Они пошли по тротуару. Дункан держал ее за руку. Его утренняя угрюмость сменилась беззаботностью бездельника. Они шли в гору, прочь от озера. Тротуары были заполнены женщинами в шубах, совершавшими субботний обход магазинов; они двигались с неуклонностью ледоколов, лбы их были сосредоточенно нахмурены, глаза сверкали, сумки, точно балласт, помогали им сохранять равновесие на скользком тротуаре. Мэриан и Дункан лавировали между ними, в особо опасных случаях разнимая руки. По мостовой проносились, дымя и разбрызгивая грязь, автомобили. Крупные хлопья сажи кружились в сером воздухе, точно черный снег. Минут двадцать они шли молча; наконец Дункан сказал:
— Не могу дышать этой грязью. Точно плаваешь в аквариуме, полном задыхающихся головастиков. Что, если мы немного проедем на метро?
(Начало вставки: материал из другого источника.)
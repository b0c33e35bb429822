import { describe, expect, it } from 'vitest';
import {
  characterErrorRate,
  editCount,
  isEmptyValue,
  pooledErrorRate,
  valuesEqual,
} from '../../src/eval/text-metrics.js';

describe('character error rate', () => {
  it('counts the classic kitten/sitting example as 3 edits', () => {
    // Source: the standard example of Levenshtein distance (Wikipedia, "Levenshtein distance", from memory):
    // kitten -> sitten (k->s), sitten -> sittin (e->i), sittin -> sitting (insert g) = 3 edits.
    expect(editCount('sitting', 'kitten')).toEqual({ edits: 3, referenceLength: 6 });
    expect(characterErrorRate('sitting', 'kitten')).toBe(3 / 6);
  });

  it('matches a hand-computed form-field example', () => {
    // Worked by hand: reference "Maple Street" (12 characters incl. the space), OCR read "Mapie Stret":
    // l->i is one substitution, the second "e" of "Street" is one deletion; nothing else differs. CER = 2/12.
    expect(editCount('Mapie Stret', 'Maple Street')).toEqual({ edits: 2, referenceLength: 12 });
    expect(characterErrorRate('Mapie Stret', 'Maple Street')).toBeCloseTo(2 / 12, 12);
  });

  it('pools edits over reference characters across fields', () => {
    // Hand computation: (3 + 2 + 0) edits over (6 + 12 + 10) reference characters = 5/28; corpus-level CER is the
    // usual pooling in OCR evaluation (common practice).
    const pooled = pooledErrorRate([
      editCount('sitting', 'kitten'),
      editCount('Mapie Stret', 'Maple Street'),
      editCount('2024-03-07', '2024-03-07'),
    ]);
    expect(pooled).toBeCloseTo(5 / 28, 12);
    expect(pooledErrorRate([])).toBeNull();
  });

  it('counts an accented letter as one character, and an empty reference has no rate', () => {
    // Hand computation: "Muller" vs "Müller" differs in one letter (u vs ü, U+00FC): 1 edit over 6 characters.
    expect(editCount('Muller', 'Müller')).toEqual({ edits: 1, referenceLength: 6 });
    // Astral characters (here U+1D400, 2 UTF-16 units) still count once: hand computation, 1 edit over 3.
    expect(editCount('a\u{1D400}c', 'abc')).toEqual({ edits: 1, referenceLength: 3 });
    expect(characterErrorRate('x', '')).toBeNull();
  });
});

describe('exact match of normalized values', () => {
  it('follows a hand-made table of value pairs', () => {
    // Each row decided by hand from the normalized forms the results contract gives (ISO 8601 dates, E.164 phones).
    expect(valuesEqual('2024-03-07', '2024-03-07')).toBe(true);
    expect(valuesEqual('2024-03-07', '2024-07-03')).toBe(false); // day and month swapped
    expect(valuesEqual('+12075550142', '+12075550124')).toBe(false); // two digits transposed
    expect(valuesEqual(12.5, 12.5)).toBe(true);
    expect(valuesEqual(0.1 + 0.2, 0.3)).toBe(true); // same number reached two ways
    expect(valuesEqual(12, 13)).toBe(false);
    expect(valuesEqual('12', 12)).toBe(false); // a number field must give a number
    expect(valuesEqual(true, true)).toBe(true);
    expect(valuesEqual(false, null)).toBe(false); // an unread checkbox is not an unticked one
    expect(valuesEqual(['dock', 'power'], ['power', 'dock'])).toBe(true); // multiple choice is a set
    expect(valuesEqual(['dock'], ['power', 'dock'])).toBe(false);
    expect(valuesEqual('Ada', 'ada')).toBe(false); // case is the tool's normalization job
    expect(valuesEqual(null, '')).toBe(true);
    expect(valuesEqual([], null)).toBe(true);
    expect(isEmptyValue('  ')).toBe(true);
  });
});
Недалеко, ладно?
Мэриан кивнула, а про себя подумала: ладно, и чем дальше, тем лучше.
Они спустились в ближайший туннель, облицованный нежно-розовой плиткой, и, потолкавшись некоторое время среди пассажиров в мокрых пальто и шубах, пахнущих нафталином, снова ступили на эскалатор и вышли на свет.
— Теперь поедем на трамвае.
У него был, видимо, какой-то план, и Мэриан была этому очень рада; пусть он ее ведет, пусть он за все отвечает.
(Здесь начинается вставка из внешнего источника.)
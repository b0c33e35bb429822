import { mkdir, mkdtemp, rm, writeFile } from 'node:fs/promises';
import os from 'node:os';
import path from 'node:path';
import type { DocumentResult, FieldResult } from '../../src/result/document.js';
import { countStatuses } from '../../src/result/document.js';
import type { TruthDocument, TruthField } from '../../src/result/truth.js';

const made: string[] = [];

/** Invented demo data only: fictional names, 555-01xx phone numbers. */
export async function tempDir(prefix: string): Promise<string> {
  await mkdir(path.resolve('.tmp'), { recursive: true });
  const dir = await mkdtemp(path.join(path.resolve('.tmp'), prefix));
  made.push(dir);
  return dir;
}

/** Remove the folders tempDir made (call from afterAll). */
export async function removeTempDirs(): Promise<void> {
  await Promise.all(made.splice(0).map((d) => rm(d, { recursive: true, force: true })));
}

export function truthDoc(layout: string, fill: TruthDocument['fill'], fields: TruthField[]): TruthDocument {
  return { layout, seed: 900001, index: 0, width: 1000, height: 1300, rotation: 0, skew: 0, fill, fields };
}

export function truthField(
  name: string,
  type: string,
  value: TruthField['value'],
  text: string | null,
  box: [number, number, number, number],
): TruthField {
  return { name, type, class: type === 'checkbox' ? 'checkbox' : 'text_entry', page: 0, value, text, box };
}

export function resultField(
  name: string,
  type: string,
  value: FieldResult['value'],
  raw: string | null,
  status: FieldResult['status'],
  confidence: number,
  box: { x: number; y: number; w: number; h: number } | null,
): FieldResult {
  return {
    name,
    type,
    page: 0,
    value,
    raw,
    status,
    confidence,
    reasons: status === 'review' ? ['low_ocr_confidence'] : [],
    box: box ? { page: 0, ...box } : null,
    source: box ? 'detection' : 'none',
    scores: { ocr: confidence },
  };
}

export function documentResult(imagePath: string, schemaName: string, fields: FieldResult[]): DocumentResult {
  const id = path.parse(imagePath).name;
  return {
    format: 1,
    document: { id, path: imagePath, sha256: '0'.repeat(64) },
    schema: { name: schemaName, version: '1', path: `schemas/${schemaName}.yaml`, sha256: '1'.repeat(64) },
    model: { id: 'form-elements', path: 'models/form-elements.onnx', sha256: '2'.repeat(64) },
    createdAt: '2026-01-05T10:00:00.000Z',
    pages: [{ index: 0, width: 1000, height: 1300, rotation: 0, skew: 0, alignment: null, detections: fields.length }],
    fields,
    counts: countStatuses(fields),
    seconds: 1.5,
  };
}

/** Write truth files as samples generate does (DIR/truth/<stem>.json) and results as extract does. */
export async function writeSet(
  truth: Record<string, TruthDocument>,
  results: Record<string, DocumentResult>,
  failed: string[] = [],
): Promise<{ truthDir: string; resultsDir: string }> {
  const truthDir = await tempDir('score-truth-');
  const resultsDir = await tempDir('score-results-');
  await mkdir(path.join(truthDir, 'truth'));
  for (const [stem, t] of Object.entries(truth)) {
    await writeFile(path.join(truthDir, 'truth', `${stem}.json`), JSON.stringify(t));
  }
  await writeFile(path.join(truthDir, 'coco.json'), JSON.stringify({ images: [], annotations: [], categories: [] }));
  const lines: string[] = [];
  for (const [id, r] of Object.entries(results)) {
    await writeFile(path.join(resultsDir, `${id}.json`), JSON.stringify(r));
    lines.push(JSON.stringify({ document: id, path: r.document.path, ok: true, json: `${id}.json` }));
  }
  for (const stem of failed) {
    lines.push(JSON.stringify({ document: stem, path: `/scans/${stem}.png`, ok: false, error: 'cannot decode' }));
  }
  await writeFile(path.join(resultsDir, 'results.jsonl'), lines.join('\n') + '\n');
  await writeFile(path.join(resultsDir, 'summary.json'), JSON.stringify({ documents: { total: lines.length } }));
  return { truthDir, resultsDir };
}
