import { mkdtemp, readFile, rm, writeFile } from 'node:fs/promises';
import os from 'node:os';
import path from 'node:path';
import { fileURLToPath } from 'node:url';
import { Command } from 'commander';
import sharp from 'sharp';
import { afterAll, beforeAll, describe, expect, it } from 'vitest';
import { registerDetectorCommand } from '../../src/cli/detector.js';
import { FormgleanError } from '../../src/errors.js';
import { loadCocoDataset } from '../../src/eval/detection-dataset.js';
import type { DetectorEvalReport } from '../../src/eval/detection-run.js';
import { createGray, grayToPng } from '../../src/image/raster.js';

// End to end on real pixels with real onnxruntime: the fixture model square-scores.onnx (see
// test/fixtures/models/make_fixture_models.py) reports the dark square of a page as a checkbox (0.9), the same
// square shifted 2 input px as a text entry (0.5) and a fixed signature box (0.1).
const here = path.dirname(fileURLToPath(import.meta.url));
const model = path.resolve(here, '../fixtures/models/square-scores.onnx');
const squares = [
  [150, 75],
  [75, 150],
  [75, 75],
];
let dir: string;

async function run(args: string[]): Promise<string> {
  const program = new Command().exitOverride();
  registerDetectorCommand(program);
  let printed = '';
  const write = process.stdout.write.bind(process.stdout);
  process.stdout.write = ((chunk: string) => ((printed += chunk), true)) as typeof process.stdout.write;
  try {
    await program.parseAsync(['node', 'formglean', 'detector', 'eval', ...args]);
  } finally {
    process.stdout.write = write;
  }
  return printed;
}

beforeAll(async () => {
  dir = await mkdtemp(path.join(os.tmpdir(), 'formglean-deteval-'));
  const images = [];
  const annotations = [];
  for (const [i, [x, y]] of squares.entries()) {
    // 300 x 300 pages: scale 64/300 puts squares of side 75 at whole input pixels, so the model's boxes are exact
    const page = createGray(300, 300);
    for (let r = y; r < y + 75; r++) page.data.fill(0, r * 300 + x, r * 300 + x + 75);
    await writeFile(path.join(dir, `page-${i}.png`), await grayToPng(page));
    images.push({ id: i + 1, file_name: `page-${i}.png`, width: 300, height: 300 });
    annotations.push({ id: annotations.length + 1, image_id: i + 1, category_id: 2, bbox: [x, y, 75, 75], iscrowd: 0 });
    annotations.push({ id: annotations.length + 1, image_id: i + 1, category_id: 1, bbox: [x, y, 75, 75], iscrowd: 0 });
  }
  annotations.push({ id: annotations.length + 1, image_id: 1, category_id: 4, bbox: [10, 250, 120, 30], iscrowd: 0 });
  const categories = ['text_entry', 'checkbox', 'signature_area', 'comb_field'].map((name, i) => ({ id: i + 1, name }));
  await writeFile(path.join(dir, 'coco.json'), JSON.stringify({ images, annotations, categories }));
});

afterAll(async () => {
  await rm(dir, { recursive: true, force: true });
});

describe('formglean detector eval', () => {
  it('prints the per-class table and writes detector-eval.json and a precision–recall PNG', async () => {
    const out = path.join(dir, 'eval');
    const printed = await run(['--model', model, '--data', path.join(dir, 'coco.json'), '--out', out]);
    const report = JSON.parse(await readFile(path.join(out, 'detector-eval.json'), 'utf8')) as DetectorEvalReport;
    const byName = Object.fromEntries(report.classes.map((c) => [c.name, c]));

    // checkbox boxes are exact: AP 1 at every IoU (COCO definitions)
    expect([byName.checkbox.ap50, byName.checkbox.ap50to95]).toEqual([1, 1]);
    expect(byName.checkbox.operating).toMatchObject({ precision: 1, recall: 1 });
    // text entry boxes are shifted 2 input px = 9.375 page px along a 75 px side:
    // IoU = (65.625 × 75) / (2 × 75² − 65.625 × 75) = 4921.875 / 6328.125 = 0.7778, a hit at IoU 0.50 … 0.75
    // (6 of the 10 COCO thresholds) → AP@0.5 = 1, AP@0.5:0.95 = 0.6
    expect(byName.text_entry.ap50).toBe(1);
    expect(byName.text_entry.ap50to95).toBeCloseTo(0.6, 12);
    // no signature labels: AP undefined (COCO reports -1); one comb label never found: AP 0, recall 0
    expect(byName.signature_area.ap50).toBeNull();
    expect(byName.comb_field.ap50).toBe(0);
    expect(byName.comb_field.operating.recall).toBe(0);
    expect(report.mean.ap50).toBeCloseTo((1 + 1 + 0) / 3, 12);
    expect(report.scoreThreshold).toBe(0.25);
    expect(report.data).toMatchObject({ images: 3, boxes: 7 });

    expect(printed).toMatch(/checkbox\s+3\s+1\.000\s+1\.000\s+1\.000\s+1\.000/);
    expect(printed).toMatch(/text_entry\s+3\s+1\.000\s+0\.600/);
    const png = await sharp(path.join(out, 'detector-pr.png')).metadata();
    expect([png.format, png.width, png.height]).toEqual(['png', 760, 600]);
  });

  it('--score-threshold sets the operating point', async () => {
    const out = path.join(dir, 'eval-strict');
    await run(['--model', model, '--data', path.join(dir, 'coco.json'), '--out', out, '--score-threshold', '0.6']);
    const report = JSON.parse(await readFile(path.join(out, 'detector-eval.json'), 'utf8')) as DetectorEvalReport;
    const text = report.classes.find((c) => c.name === 'text_entry')!;
    expect(text.operating).toMatchObject({ truePositives: 0, recall: 0, precision: null });
    expect(text.ap50).toBe(1); // AP does not depend on the operating threshold
  });

  it('bad data and bad models stop with one line naming the file, exit code 2', async () => {
    const bad = path.join(dir, 'bad.json');
    await writeFile(bad, JSON.stringify({ images: [{ id: 1, file_name: 'x.png', width: 10 }], annotations: [], categories: [] }));
    const cases: [string[], RegExp][] = [
      [['--model', model, '--data', bad], /bad\.json: not a COCO detection file: images\[0\]\.height/],
      [['--model', path.resolve(here, '../fixtures/models/not-a-model.onnx'), '--data', path.join(dir, 'coco.json')], /not-a-model\.onnx: not an ONNX model/],
      [['--model', model, '--data', path.join(dir, 'nope.json')], /nope\.json: data file not found/],
      [['--model', model, '--data', path.join(dir, 'coco.json'), '--score-threshold', '2'], /--score-threshold expects a number between 0 and 1/],
    ];
    for (const [args, message] of cases) {
      const err = (await run(args).catch((e: unknown) => e)) as FormgleanError;
      expect(err).toBeInstanceOf(FormgleanError);
      expect(err.exitCode).toBe(2);
      expect(err.message).toMatch(message);
      expect(err.message).not.toContain('\n');
    }
  });

  it('a category the model does not know, or a missing image, is a data error', async () => {
    const unknown = path.join(dir, 'unknown.json');
    await writeFile(unknown, JSON.stringify({ images: [], annotations: [], categories: [{ id: 1, name: 'stamp' }] }));
    await expect(run(['--model', model, '--data', unknown])).rejects.toThrow(/unknown\.json: categories "stamp" are not classes of square-scores\.onnx@/);
    const gone = path.join(dir, 'gone.json');
    await writeFile(gone, JSON.stringify({ images: [{ id: 1, file_name: 'gone.png', width: 300, height: 300 }], annotations: [], categories: [{ id: 1, name: 'checkbox' }] }));
    const err = (await run(['--model', model, '--data', gone]).catch((e: unknown) => e)) as FormgleanError;
    expect(err.exitCode).toBe(2);
    expect(err.message).toMatch(/gone\.png: file not found/);
  });

  it('the COCO loader resolves image paths beside the JSON and keeps crowd flags', async () => {
    const data = await loadCocoDataset(path.join(dir, 'coco.json'));
    expect(data.images[0].path).toBe(path.join(dir, 'page-0.png'));
    expect(data.categoryNames).toEqual(['text_entry', 'checkbox', 'signature_area', 'comb_field']);
    expect(data.boxes.filter((b) => b.crowd)).toEqual([]);
  });
});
В трамвае им пришлось стоять. Мэриан держалась за металлический шест и то и дело нагибалась, чтобы выглянуть в окно. За окном — точнее, за сидевшей у окна оранжево-зеленой зимней шляпой, скроенной на фасон грелки, которую надевают на чайник, и усеянной большими золотистыми блестками, — проплывал незнакомый пейзаж: сначала магазины, потом дома, потом мост, потом снова дома. Мэриан не представляла себе даже, в какой части города они находятся.
Дункан протянул руку у нее над головой и дернул за шнур. Трамвай остановился. Они пробрались сквозь толпу пассажиров к открытой двери и выскочили.